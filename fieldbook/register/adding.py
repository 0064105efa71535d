"""A book into the register: only after it was verified, only if it is the same book as before, and never in part.

Order: head -> verified by the caller's audit -> read and reduced -> still the same head? -> is it known? -> one transaction.
Outcomes: added, updated (a later state of a known book), unchanged, older (the register holds a later state), refused.
"""

from __future__ import annotations

from collections.abc import Callable, Sequence
from dataclasses import dataclass
from pathlib import Path

from fieldbook.clock import Clock
from fieldbook.errors import BookError, ReductionError, UsageError
from fieldbook.model.canonical import Tree
from fieldbook.occupy.verifying import Verified

from .evidence import Evidence, evidence_from_tree
from .fold import HeldBook, RegisterState, prefix_of
from .from_book import ReadBook, Unreachable, head_of, line_of, read_book
from .store import Register

Verify = Callable[[Path], Sequence[Verified]]
MOST_NAMED = 5
SAME_M = 1e-4  # a coordinate that moved by less did not change


@dataclass(frozen=True)
class Outcome:
    """What became of one book. outcome: "added", "updated", "unchanged", "older", "refused"; the last with a code.

    text: one sentence; details: what changed, or what does not hold; remedy: of a refusal.
    """

    path: str
    outcome: str
    text: str
    code: str = ""
    remedy: str = ""
    book: str | None = None
    head_seq: int | None = None
    entry: int | None = None
    occupations: int = 0
    details: tuple[str, ...] = ()

    @property
    def refused(self) -> bool:
        """Whether the register does not hold what the file says."""
        return self.outcome == "refused"


def add_book(register: Register, path: Path, *, by: str, clock: Clock, verify: Verify) -> Outcome:
    """Add one book, or its later state. Every refusal is an `Outcome` and leaves the register as it was.

    Args:
        verify: every finding of `fieldbook verify` on a book; one that does not hold refuses it.

    Raises:
        BookError: the register itself cannot be written.
        UsageError: nobody is named.
    """
    if not by.strip():
        raise UsageError("Whoever adds books must be named.", "Give --by NAME.", code="no_name")
    name = str(path)
    try:
        before = head_of(path, clock)
        wrong = [item for item in verify(path) if not item.holds]
        if wrong:
            return _does_not_hold(name, wrong, before[0])
        known = _known(register.state(), before)
        if known is not None:
            return _outcome_known(name, known, before)
        read = read_book(path, clock)
    except (BookError, UsageError, ReductionError, Unreachable) as error:
        return Outcome(name, "refused", error.text, error.code, error.remedy)
    if (read.id, read.head_seq, read.head_hash) != before:
        return Outcome(
            name, "refused", "The book was written to while it was verified.", "being_written",
            "Add it again when the occupation has ended.", read.id,
        )  # fmt: skip
    held = register.state().books.get(read.id)
    refusal = _refusal(register, read, held, name)
    if refusal is not None:
        return refusal
    changes = [] if held is None else _changes(register, held, read)
    with register.transaction():
        entry = register.append("added", _body(register, read, held, path, changes), by)
    outcome = "added" if held is None else "updated"
    failed = [f"occupation {item['occupation']} of {item['mark']}: not reduced. {item['text']}" for item in read.failed]
    text = f"{len(read.occupations)} occupations of {len(read.marks)} marks, entry {read.head_seq} of the book"
    return Outcome(
        name, outcome, text, "", "", read.id, read.head_seq, entry.seq, len(read.occupations), (*changes, *failed)
    )


def _known(state: RegisterState, head: tuple[str, int, str]) -> HeldBook | None:
    held = state.books.get(head[0])
    return held if held is not None and held.heads.get(head[1]) == head[2] else None


def _outcome_known(name: str, held: HeldBook, head: tuple[str, int, str]) -> Outcome:
    """A state that was added before: nothing to reduce."""
    count = len(held.occupations)
    if head[1] == held.head_seq:
        text = f"in the register since entry {held.entry.seq}, nothing new"
        return Outcome(name, "unchanged", text, book=held.id, head_seq=head[1], entry=held.entry.seq, occupations=count)
    return _older(name, held, head[1])


def _older(name: str, held: HeldBook, seq: int) -> Outcome:
    text = f"an earlier state (entry {seq}); the register holds entry {held.head_seq} of this book"
    count = len(held.occupations)
    return Outcome(name, "older", text, book=held.id, head_seq=seq, entry=held.entry.seq, occupations=count)


def _does_not_hold(name: str, wrong: Sequence[Verified], book: str) -> Outcome:
    details = tuple(f"{item.where}: {item.text}" for item in wrong[:MOST_NAMED])
    if len(wrong) > MOST_NAMED:
        details = (*details, f"and {len(wrong) - MOST_NAMED} more")
    halved = any("without its -wal" in item.text for item in wrong)
    return Outcome(
        name,
        "refused",
        f"The book does not hold: {wrong[0].text}",
        "copied_without_wal" if halved else "does_not_hold",
        "Ask for the file again, with its -wal or after the recorder has closed."
        if halved
        else "`fieldbook verify` says what does not hold; ask the party for an untouched copy.",
        book,
        details=details,
    )


def _refusal(register: Register, read: ReadBook, held: HeldBook | None, name: str) -> Outcome | None:
    """Another book under the same certificate prefix; or one identity with two contents; or an earlier state."""
    if held is None:
        prefix = prefix_of(read.id)
        other = next((book for book in register.state().books.values() if book.prefix == prefix), None)
        if other is None:
            return None
        return Outcome(
            name,
            "refused",
            f"Certificates of this book would begin with {prefix}, as those of book {other.id} ({other.path}) do.",
            "prefix_held",
            "Two books cannot share certificate numbers in one register: keep this one in another register.",
            read.id,
        )
    ours = next(iter(register.given([held.hashes])))[1]
    common = min(len(ours), len(read.hashes))
    if ours[:common] == read.hashes[:common]:
        return _older(name, held, read.head_seq) if len(read.hashes) <= len(ours) else None
    first = next(n for n in range(common // 32) if ours[32 * n : 32 * n + 32] != read.hashes[32 * n : 32 * n + 32]) + 1
    return Outcome(
        name,
        "refused",
        f"Two books with one identity ({read.id}): from entry {first} on this file says something else than the one added "
        f"from {held.path} by {held.entry.observer} on {held.entry.utc[:10]}.",
        "diverging",
        "A book was copied and both copies were written to. Find out which is the job's; the other is a book of its own "
        "only after a rescue (`fieldbook rescue`).",
        read.id,
        read.head_seq,
    )


def _body(register: Register, read: ReadBook, held: HeldBook | None, path: Path, changes: list[str]) -> Tree:
    known = {} if held is None else held.numbers
    number = register.state().next_number
    new = [name for name in read.marks if name not in known]
    return {
        "book": read.id,
        "path": str(path),
        "head_seq": read.head_seq,
        "head_hash": read.head_hash,
        "hashes": register.keep(read.hashes),
        "versions": read.versions,
        "occupations": [
            line_of(evidence, register.keep(own), register.keep(whole)) for evidence, own, whole in read.occupations
        ],
        "failed": list(read.failed),
        "marks": read.marks,
        "numbers": {name: number + place for place, name in enumerate(new)},
        "certificates": list(read.certificates),
        "changes": changes,
    }


# -- what a later state changed --------------------------------------------------------------------------------


def _changes(register: Register, held: HeldBook, read: ReadBook) -> list[str]:
    """One sentence per occupation, mark and certificate that is not as it was."""
    before = {item.occupation: evidence_from_tree(register.kept_tree(item.evidence)) for item in held.occupations}
    now = {evidence.occupation: evidence for evidence, _, _ in read.occupations}
    found = [f"occupation {n} of {now[n].mark} is new" for n in sorted(now.keys() - before.keys())]
    found += [
        f"occupation {n} of {before[n].mark} is gone: struck, or no longer to be reduced"
        for n in sorted(before.keys() - now.keys())
    ]
    for number in sorted(before.keys() & now.keys()):
        found += _changed(before[number], now[number])
    found += [f"mark {name} is new" for name in read.marks if name not in held.marks]
    found += [
        f"the description of mark {name} changed"
        for name, tree in read.marks.items()
        if name in held.marks and held.marks[name] != tree
    ]
    numbers = {item["number"] for item in held.certificates}
    for item in read.certificates:
        if item["number"] not in numbers:
            over = f", superseding {item['supersedes']}" if item["supersedes"] else ""
            found.append(f"certificate {item['number']} of {item['mark']} was issued{over}")
    return found


def _changed(one: Evidence, two: Evidence) -> list[str]:
    said = f"occupation {two.occupation} of {two.mark}"
    found = []
    if one.mark != two.mark:
        found.append(f"{said} was on {one.mark}")
    if one.open and not two.open:
        found.append(f"{said} has ended")
    if (moved := _moved_m(one, two)) is not None and moved > SAME_M:
        found.append(f"{said} moved by {1000 * moved:.1f} mm")
    elif one.place != two.place and moved is None:
        found.append(f"{said} is given in another frame, or its height came or went")
    if abs(one.plan_u95_m - two.plan_u95_m) > SAME_M:
        found.append(f"{said}: 95 % in plan {1000 * one.plan_u95_m:.1f} mm, now {1000 * two.plan_u95_m:.1f} mm")
    if not found and one != two:
        found.append(f"{said}: particulars changed")
    return found


def _moved_m(one: Evidence, two: Evidence) -> float | None:
    if one.place is None or two.place is None or one.place.xyz_m is None or two.place.xyz_m is None:
        return None
    if (one.place.frame, one.place.epoch) != (two.place.frame, two.place.epoch):
        return None
    squares = [(a - b) ** 2 for a, b in zip(one.place.xyz_m, two.place.xyz_m, strict=True)]
    return float(sum(squares) ** 0.5)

--------------------------------

In the records above, the lines containing the string "clock" should be counted; give only the total.

_Response to the exercise:_ 4